For OLG households with finite-planning horizons, a tax cut has a short-run positive effect on output. When the cuts are matched with a tax increase in the future, to leave government debt unchanged in the long run, the short-run impact remains positive, as the change will tilt the time profile of consumption toward the present. In effect, OLG households discount future tax liabilities at a higher rate than the market rate of interest. Thus, an increase in government debt today represents an increase in their wealth, because a share of the resulting higher taxes in the future is payable beyond their planning horizon. If the increase in government debt is permanent (tax rates are assumed to rise sufficiently in the long run to stabilize the debt-to-GDP ratio by financing the higher interest burden) this will crowd out real private capital by raising real interest rates.13

Increases in the interest rate have a negative effect on consumption, mainly through the impact on the value of wealth. The intertemporal substitution effect from interest rate changes is moderate and has been calibrated to be consistent with the empirical evidence. The intertemporal elasticity of substitution determines the magnitude of the long-run crowding-out effects of government debt since it pins down how much real interest rates have to rise to encourage households to provide the required savings.

B. Production Sector

Firms produce tradable and nontradable intermediate goods. They are managed in accordance with the preferences of their owners, finitely-lived households. Thus, firms also have finite-planning horizons. The main substantive implication of this assumption is the presence of a substantial equity premium driven by impatience.14 Firms are subject to nominal rigidities in price setting as well as real adjustment costs in labor hiring and investment. They pay capital income taxes to governments, wages to all households, and dividends to OLG households.

Retained earnings are insufficient to fully finance investment, so firms must borrow from financial intermediaries. If earnings fall below the minimum required to make the contracted interest payments, the financial intermediaries take over the firm’s capital stock, less any auditing and bankruptcy costs, and redistribute it back to their depositors (households).
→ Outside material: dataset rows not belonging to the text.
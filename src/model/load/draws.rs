//! The section `draws`: joint draws of parameters from a CSV file, one a row.

use std::collections::HashMap;

use super::desk::{Desk, Fields, is_null};
use super::names::Names;
use super::parameters::limits_in_words;
use super::table::{Cell, Form, Table, open};
use crate::diag::Location;
use crate::model::messages::{Message, digits};
use crate::model::{Draw, DrawTable, Parameter, ParameterId};

/// The table of draws. A parameter that is a column is no longer drawn by its range alone.
pub(super) fn read(
    desk: &mut Desk<'_>,
    fields: &Fields<'_>,
    names: &Names,
    parameters: &mut [Parameter],
) -> Option<DrawTable> {
    let node = fields.get("draws").filter(|node| !is_null(node))?;
    let path = desk.line(node, "\"draws\"", "the name of a CSV file")?;
    let advice = "give each draw a value for every column";
    let table = open(desk, &path.value, path.at, &Form { row: "draw", advice })?;
    let columns = columns(desk, names, &table);
    for &id in columns.iter().flatten() {
        drawn_once(desk, &mut parameters[id.0], &path.value);
    }
    let mut values = Vec::with_capacity(table.rows.len() * columns.len());
    for row in &table.rows {
        for (column, &cell) in columns.iter().zip(row) {
            let value = value(desk, &table, cell);
            if let (Some(id), Some(value)) = (column, value) {
                within(desk, &parameters[id.0], value, table.at(cell));
            }
            values.extend(value);
        }
    }
    let columns: Vec<ParameterId> = columns.into_iter().flatten().collect();
    Some(DrawTable { at: path.at, path: table.path, columns, values })
}

fn columns(desk: &mut Desk<'_>, names: &Names, table: &Table) -> Vec<Option<ParameterId>> {
    let mut seen: HashMap<usize, Location> = HashMap::new();
    let mut found = Vec::with_capacity(table.heading.len());
    for &cell in &table.heading {
        let (name, at) = (table.text(desk, cell).0.into_owned(), table.at(cell));
        if name.is_empty() {
            desk.say(Message::CellEmpty, at, &[&"the name of a parameter"]);
        } else if name.parse::<f64>().is_ok() {
            desk.say(Message::HeadingIsNumber, at, &[&name, &"put the names of the parameters above the values"]);
        } else if let Some(id) = names.parameter(desk, &name, at) {
            if let Some(first) = seen.insert(id.0, at) {
                desk.say_both(Message::ColumnTwice, at, &[&name], (first, "first here"));
            }
            found.push(Some(id));
            continue;
        }
        found.push(None);
    }
    found
}

fn drawn_once(desk: &mut Desk<'_>, parameter: &mut Parameter, path: &str) {
    let Some(draw) = parameter.draw.take() else { return };
    let by_range_alone =
        draw.value == Draw::Uniform && parameter.range.as_ref().is_some_and(|range| range.at == draw.at);
    if !by_range_alone {
        desk.say(Message::DrawnTwice, draw.at, &[&parameter.name, &path]);
    }
}

fn value(desk: &mut Desk<'_>, table: &Table, cell: Cell) -> Option<f64> {
    let (text, at) = (table.text(desk, cell).0, table.at(cell));
    match text.parse::<f64>() {
        Ok(value) if value.is_finite() => return Some(value),
        Ok(_) => {
            let text = text.into_owned();
            desk.say(Message::CellNotFinite, at, &[&text]);
        }
        Err(_) if text.is_empty() => desk.say(Message::CellEmpty, at, &[&"a number"]),
        Err(_) => {
            let text = text.into_owned();
            desk.say(Message::CellNotNumber, at, &[&text]);
        }
    }
    None
}

fn within(desk: &mut Desk<'_>, parameter: &Parameter, value: f64, at: Location) {
    let (min, max) = (parameter.min.unwrap_or(f64::NEG_INFINITY), parameter.max.unwrap_or(f64::INFINITY));
    if !(min..=max).contains(&value) {
        desk.say(Message::DrawOutside, at, &[&digits(value), &parameter.name, &limits_in_words(min, max)]);
    }
}
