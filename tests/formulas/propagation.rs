//! Constraint propagation never loses a root: rows are made to vanish at a random point of the box, and the point must
//! survive every sweep.

use crate::common::{Source, graph, node};
use restpoint::expr::tape::Tape;
use restpoint::expr::tape::propagate::Sweep;
use restpoint::num::interval::Interval;

/// Every operation that can be inverted, alone and shared.
const ROWS: &[&str] = &[
    "x + y*z",
    "x - y - z*x",
    "x*y - z",
    "x/(y + 0.1) - z",
    "(x - 1)^2 + y",
    "(x - 1)^3 - y*z",
    "x^-2 + y",
    "(x + 0.1)^p - y",
    "exp(x - y) + z",
    "ln(x + 0.1) - y",
    "log10(x + 0.1)*z",
    "expm1(x - 1)*y",
    "log1p(x)*y - z",
    "sqrt(x)*y",
    "abs(x - y) - z",
    "tanh(x - y) + z",
    "min(x, y) - z",
    "max(x, y)*z",
    "a*x*y/(1 + b*x + c*z)",
    "x^2/(x^2 + b^2) - y",
    "ramp(x, a, a + 1)*y",
    "clamp(x, y, y + z)",
    "x*(1 - x/b) - a*x*y/(1 + c*x)",
    "(1 - exp(-a*x))*y - z",
];

#[test]
fn a_root_survives_every_sweep() {
    let mut source = Source::new(11);
    let mut cut = 0;
    for (first, text) in ROWS.iter().enumerate() {
        let other = ROWS[(first * 7 + 3) % ROWS.len()];
        let mut graph = graph();
        let rows = [node(&mut graph, text), node(&mut graph, other)];
        // The levels that the rows take at the point are parameters of the test, as enclosures.
        let values = Tape::new(&graph, &rows);
        for _ in 0..400 {
            let parameters: Vec<Interval> = (0..4).map(|_| Interval::point(source.between(0.3, 2.0))).collect();
            let point: Vec<f64> = (0..3).map(|_| source.between(0.0, 2.0)).collect();
            let exact: Vec<Interval> = point.iter().map(|&x| Interval::point(x)).collect();
            let mut run = values.start(&parameters);
            if !run.at(&exact).defined {
                continue;
            }
            let levels = [*run.output(0), *run.output(1)];
            cut += usize::from(survives(&mut source, [text, other], &parameters, &point, levels));
        }
    }
    assert!(cut > 4_000, "boxes were cut {cut} times");
}

/// Whether sweeps shrank a random box around the point; they must leave the point in it.
fn survives(
    source: &mut Source,
    texts: [&str; 2],
    parameters: &[Interval],
    point: &[f64],
    levels: [Interval; 2],
) -> bool {
    let mut all = parameters.to_vec();
    all.extend(levels);
    let mut graph = restpoint::expr::graph::Graph::new(3, all.clone());
    let mut rows = Vec::new();
    for (k, text) in texts.into_iter().enumerate() {
        let row = node(&mut graph, text);
        let level = graph.parameter(4 + k);
        rows.push(graph.sub(row, level));
    }
    let tape = Tape::new(&graph, &rows);
    let side = |&x: &f64, source: &mut Source| {
        let (below, above) = (source.unit().powi(2) * 3.0, source.unit().powi(2) * 3.0);
        Interval::new((x - below).max(0.0), x + above)
    };
    let mut region: Vec<Interval> = point.iter().map(|x| side(x, source)).collect();
    let whole = region.clone();
    let mut propagation = tape.start_propagation(&all);
    for _ in 0..4 {
        let swept = propagation.sweep(&mut region);
        assert_ne!(swept, Sweep::Empty, "{texts:?} at {point:?} in {whole:?}");
        let inside = region.iter().zip(point).all(|(side, &x)| side.contains(x));
        assert!(inside, "{texts:?}: {point:?} was cut off: {region:?} from {whole:?}");
    }
    region != whole
}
Firms operate in monopolistically competitive markets, and thus goods’ prices contain a markup over marginal cost. Exports are priced to the local destination market and imports are subject to quantity adjustment costs. There are also price adjustment costs which lead to sticky prices.

Firms use public infrastructure (which is the government capital stock) as an input, in combination with tradable and nontradable intermediate goods. Thus, government capital adds to the productivity of the economy.

C. Financial Sector

GIMF contains a limited menu of financial assets. Government debt consists of one-period bonds denominated in domestic currency. Banks offer households one-period fixed-term deposits, their source of funds for loans to firms. These financial assets, as well as ownership of firms, are not tradable across borders. OLG households may, however, issue or purchase tradable U.S.-dollar-denominated obligations.

Banks pay a market rate of return on deposits, and charge a risk premium on loans. Because of the costs of bankruptcy (capital can only be liquidated at a discount), the lending rate includes an external financing premium, which varies directly with the debt-to-equity (leverage) ratio—the financial accelerator effect. Non-linearities imply steep increases in the risk premium for large negative shocks to net worth.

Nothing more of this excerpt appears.